Formula for the Variance

\begin{align} \sum_i (x_i-\bar{x})^2 &= (\sum_i x_i^2 - 2\,x_i\,\bar{x}) + n\bar{x}^2 \\ &= n\,(\overline{x^2} - 2 \bar{x}^2) + n\, \bar{x}^2 \\ &= n\,(\overline{x^2} - \bar{x}^2) \\ \end{align}

Formula for the Covariance

\begin{align} \mathrm{Cov}(X,Y) &= \sum_i (x_i - \bar{x})\, (y_i - \bar{y}) \\ &= n\,\overline{x\,y} + n\,\bar{x}\bar{y} - (\sum_i x_i\bar{y} + y_i\bar{x}) \\ &= n\,(\overline{x\,y} - \bar{x}\bar{y}) \end{align}

Answer 2

So, let us try to show how both $\widehat\beta_0$ and $\widehat\beta_1$ are derived. Let us assume the following form for the original relation: $$ y_i = \beta_0 + \beta_1 x_i + \varepsilon_i $$ Here the true regression model parameters $\beta_{0,1}$ are unobserved, so that our task is to estimate them, building a proper estimated relation between $x_i$ and $y_i$: $$ \widehat{y_i} = \widehat{\beta}_0 + \widehat{\beta}_1x_i \\ y_i = \widehat{\beta}_0 + \widehat{\beta}_1 x_i + r_i $$ where $r_i$ is the $i^{\text{th}}$ residual (the difference between the sample observed $y_i$ and the estimated one, $\widehat{y}_i$) that builds up the estimated $y_i$, so that $\widehat{y}_i=y_i - r_i$.

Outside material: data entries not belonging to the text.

@dataclass(frozen=True)
class RobinsonFisher(NaiveBayes):
    """Robinson's token probabilities combined by Fisher's chi-square method.

    Per token, with ``n_ws``, ``n_wh`` the spam and ham messages containing w and ``N_s``,
    ``N_h`` the trained messages:

        p(w) = (n_ws / N_s) / (n_ws / N_s + n_wh / N_h),
        f(w) = (s x + n p(w)) / (s + n),   n = n_ws + n_wh,

    so a token with little data stays near the assumed probability x.  Tokens with
    ``|f - 0.5| >= min_deviation`` and ``f != 0.5`` are used (at most ``max_tokens`` of them,
    the most extreme first).  With n of them,

        H = Q(-2 sum ln f, 2n),  S = Q(-2 sum ln(1 - f), 2n),  I = (1 + H - S) / 2,

    where Q is the chi-square survival function; I is the spam probability (Robinson's
    indicator).  No token used gives I = 0.5.

    Unknown tokens have n = 0 and f = x; with the default x = 0.5 they are neutral and
    dropped, like every method's unknown tokens.  With another x they count as x, which is
    what Robinson's assumed probability means.

    I is not a likelihood.  ``joint_log_likelihood`` returns ``log([1 - I, I])`` so that the
    shared posterior step returns I unchanged.

    Parameters
    ----------
    strength : float
        s > 0, the weight of the assumed probability, in messages (Robinson suggests 1; 0.1
        measured better here).
    assumed : float
        x in (0, 1), the probability of a token with no data.
    min_deviation : float
        Tokens with ``|f - 0.5|`` below this are ignored; 0.0 keeps every non-neutral token.
    max_tokens : int or None
        Use at most this many tokens, the largest ``|f - 0.5|`` first; None for no cap.  A cap
        keeps the chi-square combining from being swamped by many weak, correlated tokens.

    References
    ----------
    G. Robinson, "A statistical approach to the spam problem", Linux Journal 107, 2003.
    R. A. Fisher, *Statistical Methods for Research Workers*, 4th ed., 1932, section 21.1
    (edition and section from memory).
    """

    name: ClassVar[str] = "fisher"
    uses_vocabulary: ClassVar[bool] = False  # f(w) reads only the token and class counts
    # Defaults chosen by measured accuracy (bench/ACCURACY.md): on the Enron-Spam development
    # corpus a light prior and the 25 most extreme tokens gave (1-AUC)% 0.163 against 0.301
    # for Robinson's s = 1 with every token, and caught 80% of spam at 0.1% false positives.
    strength: float = 0.1
    assumed: float = 0.5
    min_deviation: float = 0.0
    max_tokens: int | None = 25

    def __post_init__(self) -> None:
        if not (self.strength > 0 and math.isfinite(self.strength)):
            raise ValueError(f"fisher: strength must be finite and > 0, got {self.strength}")
        if not 0 < self.assumed < 1:
            raise ValueError(f"fisher: assumed must be in (0, 1), got {self.assumed}")
        if not 0 <= self.min_deviation <= 0.5:
            raise ValueError(f"fisher: min_deviation must be in [0, 0.5], got {self.min_deviation}")
        if self.max_tokens is not None:
            cap = float(self.max_tokens)
            if not (cap.is_integer() and cap >= 1):
                raise ValueError(f"fisher: max_tokens must be a whole number >= 1, got {cap}")
            # make_scorer passes numbers from configuration as float.
            object.__setattr__(self, "max_tokens", int(cap))

    def token_probability(self, token_count: TokenCounts, class_count: ClassCounts) -> FloatArray:
        """Shape (n,): Robinson's smoothed spam probability f(w) of each token."""
        counts, classes = check_counts(token_count, class_count)
        require_trained(classes, self.name)
        return self._probability(counts, classes)

    def _probability(
        self, counts: npt.NDArray[np.int64], classes: npt.NDArray[np.int64]
    ) -> FloatArray:
        """`token_probability` of counts already checked (``check_counts``, trained)."""
        f = self._checked_f(counts, classes.tolist())
        if f is None:
            raise _counted_beyond(classes)
        return f

    def _picked(
        self, counts: npt.NDArray[np.int64], classes: npt.NDArray[np.int64]
    ) -> tuple[FloatArray, npt.NDArray[np.intp]]:
        """`pick` of counts already checked (``check_counts``, trained); a count out of range
        is an error, as in `_probability`."""
        picked = self.pick(counts, classes.tolist())
        if picked is None:
            raise _counted_beyond(classes)
        return picked

    def pick(
        self, counts: npt.NDArray[np.int64], totals: list[int]
    ) -> tuple[FloatArray, npt.NDArray[np.intp]] | None:
        """f of every token, shape (n,), and the indices of the tokens used (`_selected`);
        None when a count is negative or above its class count.  int64 counts of shape (n, 2)
        and positive class totals.

        One loop in C where ``_fisher_pick`` was built, else `python_pick` (the specification
        the tests hold the C to): its twenty-odd whole-array calls cost a 4 KB message about
        a third of its scoring."""
        if (
            compiled_pick is None
            or max(totals) >= _EXACT_COUNTS
            or not counts.flags.c_contiguous
            or counts.shape[1:] != (2,)
        ):
            return self.python_pick(counts, totals)
        f = np.empty(len(counts))
        chosen = np.empty(len(counts), dtype=np.intp)
        cap = -1 if self.max_tokens is None else self.max_tokens
        args = (self.strength, self.assumed, self.min_deviation, cap)
        kept = compiled_pick(counts, totals[HAM], totals[SPAM], *args, f, chosen)
        return None if kept < 0 else (f, chosen[:kept])

    def python_pick(
        self, counts: npt.NDArray[np.int64], totals: list[int]
    ) -> tuple[FloatArray, npt.NDArray[np.intp]] | None:
        """`pick` in numpy: `_checked_f`, then `_selected`."""
        f = self._checked_f(counts, totals)
        return None if f is None else (f, self._selected(f))

    def _checked_f(self, counts: npt.NDArray[np.int64], totals: list[int]) -> FloatArray | None:
        """Shape (n,): f of int64 counts, shape (n, 2), and positive class counts; None when
        a count is negative or above its class count."""
        limits = _class_limits(*totals)  # shape (2, 1)
        if max(totals) < _EXACT_COUNTS:
            # Valid counts are then below 2**52, exact as floats and so is the sum of two: f
            # is the one the integers give.  Read as unsigned, a negative count is above 2**63;
            # so it, like a count above its class count, gives a rate above 1.
            rows = counts.view(np.uint64).T.astype(np.float64, order="C")
            rates = rows / limits
            if len(counts) and np.maximum.reduce(rates, axis=None) > 1.0:
                return None
        else:
            unsigned = (
                np.maximum.reduce(counts.view(np.uint64), axis=0).tolist()
                if len(counts)
                else [0, 0]
            )
            if unsigned[HAM] > totals[HAM] or unsigned[SPAM] > totals[SPAM]:
                return None
            rows = np.ascontiguousarray(counts.T)
            rates = rows / limits
        # Rows, not the columns of (n, 2): contiguous operands are cheaper.
        rate_total = rates[HAM] + rates[SPAM]
        # p(w) is undefined for unknown tokens, whose n = 0 makes f = x regardless.  A nonzero
        # total is at least 1 / N > 1e-19, so raising zeros to the least double changes no
        # other quotient and gives p = 0 there, as a masked division would, more cheaply.
        np.maximum(rate_total, _LEAST_DOUBLE, out=rate_total)
        p = np.divide(rates[SPAM], rate_total, out=rate_total)
        n = rows[HAM] + rows[SPAM]
        # f = (s x + n p) / (s + n), in place (sums and products commute exactly).
        f: FloatArray = n * p
        f += self.strength * self.assumed
        f /= self.strength + n
        return f

    def _selected(
        self, f: FloatArray, present: npt.NDArray[np.bool_] | None = None
    ) -> npt.NDArray[np.intp]:
        """Indices of the tokens used (``present`` None: every token): most extreme first,
        ties in ``|f - 0.5|`` in index order; without a cap, all of them in index order (the
        order only decides which the cap keeps, and sorting a bigram message's hundreds of
        tokens cost more than combining them)."""
        # The sort key -|f - 0.5| in two calls: copysign negates the magnitude exactly.
        keys = np.subtract(f, 0.5)
        np.copysign(keys, -1.0, out=keys)
        if present is not None:
            keys = np.where(present, keys, 0.0)
        # |f - 0.5| >= d is -|f - 0.5| <= -d, and > 0 is < 0.  NaN never compares true, so it
        # is never usable.
        usable = keys <= -self.min_deviation if self.min_deviation > 0 else keys < 0.0
        candidates = usable.nonzero()[0]
        cap = self.max_tokens
        if cap is None:
            return candidates
        key = keys[candidates]
        if len(candidates) > max(cap, _PARTIAL_SORT_FROM):
            # The cap-th smallest key bounds the tokens kept; those at the bound keep index
            # order, so sorting the ones within it gives the full sort's first cap.
            within = (key <= np.partition(key, cap - 1)[cap - 1]).nonzero()[0]
            return candidates[within[key[within].argsort(kind="stable")[:cap]]]
        return candidates[key.argsort(kind="stable")[:cap]]

    def _used(
        self, f: FloatArray, chosen: npt.NDArray[np.intp]
    ) -> tuple[npt.NDArray[np.intp], FloatArray]:
        """The tokens used (*chosen*, `_selected`), and `_logs` of their f."""
        used = f.take(chosen)
        # Only a token at |f - 0.5| >= 0.5 can lie outside (0, 1), and with a cap the first
        # is the most extreme: one comparison usually clears them all.
        if self.max_tokens is None or (len(used) and not abs(used[0] - 0.5) < 0.5):
            _check_open_interval(used)
        return chosen, _logs(used)

    def indicator(self, f: FloatArray) -> float:
        """Robinson's I = (1 + H - S) / 2 for token probabilities f in (0, 1), shape (n,)."""
        f = np.asarray(f, dtype=np.float64)
        _check_open_interval(f)
        return _combined(_logs(f))

    def joint_log_likelihood(
        self,
        token_count: TokenCounts,
        class_count: ClassCounts,
        vocabulary: Vocabulary,
        frequency: npt.ArrayLike | None = None,
    ) -> FloatArray:
        """Shape (2,): ``log([1 - I, I])``, Robinson's indicator in the kernel's shape."""
        f = self.token_probability(token_count, class_count)
        present = None if frequency is None else check_frequency(frequency, len(f)) > 0
        return _as_jll(self.indicator(f[self._selected(f, present)]))

    def spam_probability(
        self,
        token_count: TokenCounts,
        class_count: ClassCounts,
        vocabulary: Vocabulary,
        frequency: npt.ArrayLike | None = None,
    ) -> float:
        """As the base class gives it, with the counts checked once (margin training)."""
        if frequency is not None:
            return super().spam_probability(token_count, class_count, vocabulary, frequency)
        counts, classes = check_counts(token_count, class_count)
        if not is_trained(classes):
            return UNTRAINED_PROBABILITY
        _, logs = self._used(*self._picked(counts, classes))
        return _posterior(_combined(logs))

    def probability_and_weights(
        self, token_count: TokenCounts, class_count: ClassCounts, vocabulary: Vocabulary
    ) -> tuple[float, FloatArray]:
        """As the two kernels give them, with f, the selection and the logarithms of the
        tokens used worked out once."""
        counts, classes = check_counts(token_count, class_count)
        require_trained(classes, self.name)
        chosen, logs = self._used(*self._picked(counts, classes))
        weights = np.zeros(len(counts))
        weights[chosen] = logs[0] - logs[1]
        return _posterior(_combined(logs)), weights

    def token_weights(
        self, token_count: TokenCounts, class_count: ClassCounts, vocabulary: Vocabulary
    ) -> FloatArray:
        """Shape (n,): log(f / (1 - f)) for the tokens used, 0 for the others."""
        f = self.token_probability(token_count, class_count)
        chosen = self._selected(f)
        weights = np.zeros(len(f))
        weights[chosen] = np.log(f[chosen]) - np.log1p(-f[chosen])
        return weights

    def score(
        self,
        token_hashes: TokenHashes,
        token_count: TokenCounts,
        class_count: ClassCounts,
        vocabulary: Vocabulary,
        n_evidence: int = 8,
    ) -> Score:
        """As the base class scores (the daemon's hot path), checking 0 <= count <= class
        count on the rates it needs anyway and ranking evidence among the tokens used alone."""
        counts, classes = count_arrays(token_count, class_count)
        totals = classes.tolist()
        picked = None
        if counts.dtype == _INT64 and classes.dtype == _INT64 and min(totals) > 0:
            picked = self.pick(counts, totals)
        if picked is None:
            # Untrained, another integer type or a bound broken: the base class answers, or
            # names the error, in its own order of checks.
            return super().score(token_hashes, token_count, class_count, vocabulary, n_evidence)
        hashes = check_score_inputs(token_hashes, len(counts), n_evidence)
        return self._scored(hashes, *picked, n_evidence)

    def _scored(
        self,
        token_hashes: TokenHashes,
        f: FloatArray,
        chosen: npt.NDArray[np.intp],
        n_evidence: int,
    ) -> Score:
        """Every other token's weight is 0 and never listed, so evidence is ranked among the
        tokens used alone."""
        chosen, logs = self._used(f, chosen)
        evidence: tuple[Evidence, ...] = ()
        if n_evidence and len(chosen):
            weights = np.subtract.reduce(logs, axis=0)  # ln f - ln(1 - f), in one call
            evidence = strongest_evidence(token_hashes[chosen], weights, n_evidence)
        return Score(_posterior(_combined(logs)), evidence)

Recall that the regression we are trying to build here is called the “least squares regression”, so essentially our task is to minimize the sum of squared “errors” aka residuals.

Sum of squared errors (SSE) can thus be defined as follows: $$ SSE = \sum\limits_{i=1}^n \left(y_i - \widehat{y}_i\right)^2 = (\text{expanding the estimated } y_i) = \sum\limits_{i=1}^n \left(y_i - \widehat{\beta}_0 - \widehat{\beta}_1x_i\right)^2 $$

Now as we can control only $\widehat{\beta}_0$ and $\widehat{\beta}_1$, let us try to minimize the derived $SSE$ w.r.t. to each of the controllable parameters. It eventually means that we will have to find such $\widehat{\beta}^*_0$ and $\widehat{\beta}^*_1$ that $\left.\frac{\partial SSE}{\partial \widehat{\beta}_0}\right|_{\widehat{\beta}^*_0}=0$, and $\left.\frac{\partial SSE}{\partial \widehat{\beta}_1}\right|_{\widehat{\beta}^*_1}=0$: $$ \frac{\partial SSE}{\partial \widehat{\beta}_0} = \frac{\partial}{\partial{\widehat{\beta}_0}}\left(\sum\limits_{i=1}^n \left(y_i - \widehat{\beta}_0 - \widehat{\beta}_1x_i\right)^2\right) = \frac{\partial}{\partial{\widehat{\beta}_0}}\left(\sum\limits_{i=1}^n \left(\widehat{\beta}_0^2- 2\widehat{\beta}_0y_i+2\widehat{\beta}_0\widehat{\beta}_1x+\dots\right)\right)=2n\widehat{\beta}_0-2\sum\limits_{i=1}^n y_i +2\widehat{\beta}_1 \sum\limits_{i=1}^n x_i;\\ \left.\frac{\partial SSE}{\partial \widehat{\beta}_0}\right|_{\widehat{\beta}^*_0}=0 \Longleftrightarrow 2n\widehat{\beta}^*_0-2\sum\limits_{i=1}^n y_i +2\widehat{\beta}_1 \sum\limits_{i=1}^n x_i =0; \\ 2n \widehat{\beta}^*_0 = 2\sum\limits_{i=1}^n y_i -2\widehat{\beta}_1 \sum\limits_{i=1}^n x_i \Longleftrightarrow \widehat{\beta}^*_0 = \bar y - \widehat{\beta}_1 \bar x. $$

Same can be done for $\widehat{\beta}_1$, so that to find the optimal $\widehat{\beta}^*_1$ that minimizes the SSE. You can try deriving it yourself, it may take a while, but in the end you will get that: $$ \widehat{\beta}^*_1 =\frac{\sum_{i=1}^n (x_i - \bar x)(y_i - \bar y)}{\sum_{i=1}^n(x_i-\bar x)^2}. $$

Getting from there to $r_{x,y}$ in the given form is just the matter of recalling my comment, and of noting that we can express covariance between two variables in the following way: $$ \mathbb{C}\mathrm{ov}(x,y)=\mathbb{E}[xy]- \mathbb{E}[x]\mathbb{E}[y]. $$

Just note that in case of our regression we compute the sample covariance ($s_{x,y}$), not the population covariance $\left(\mathbb{C}\mathrm{ov}(x,y)\right)$, and so instead of $\mathbb{E}[x]$ and $\mathbb{E}[y]$ we deal with sample means: $\bar x$ and $\bar y$.

Hope that my answer was somehow helpful.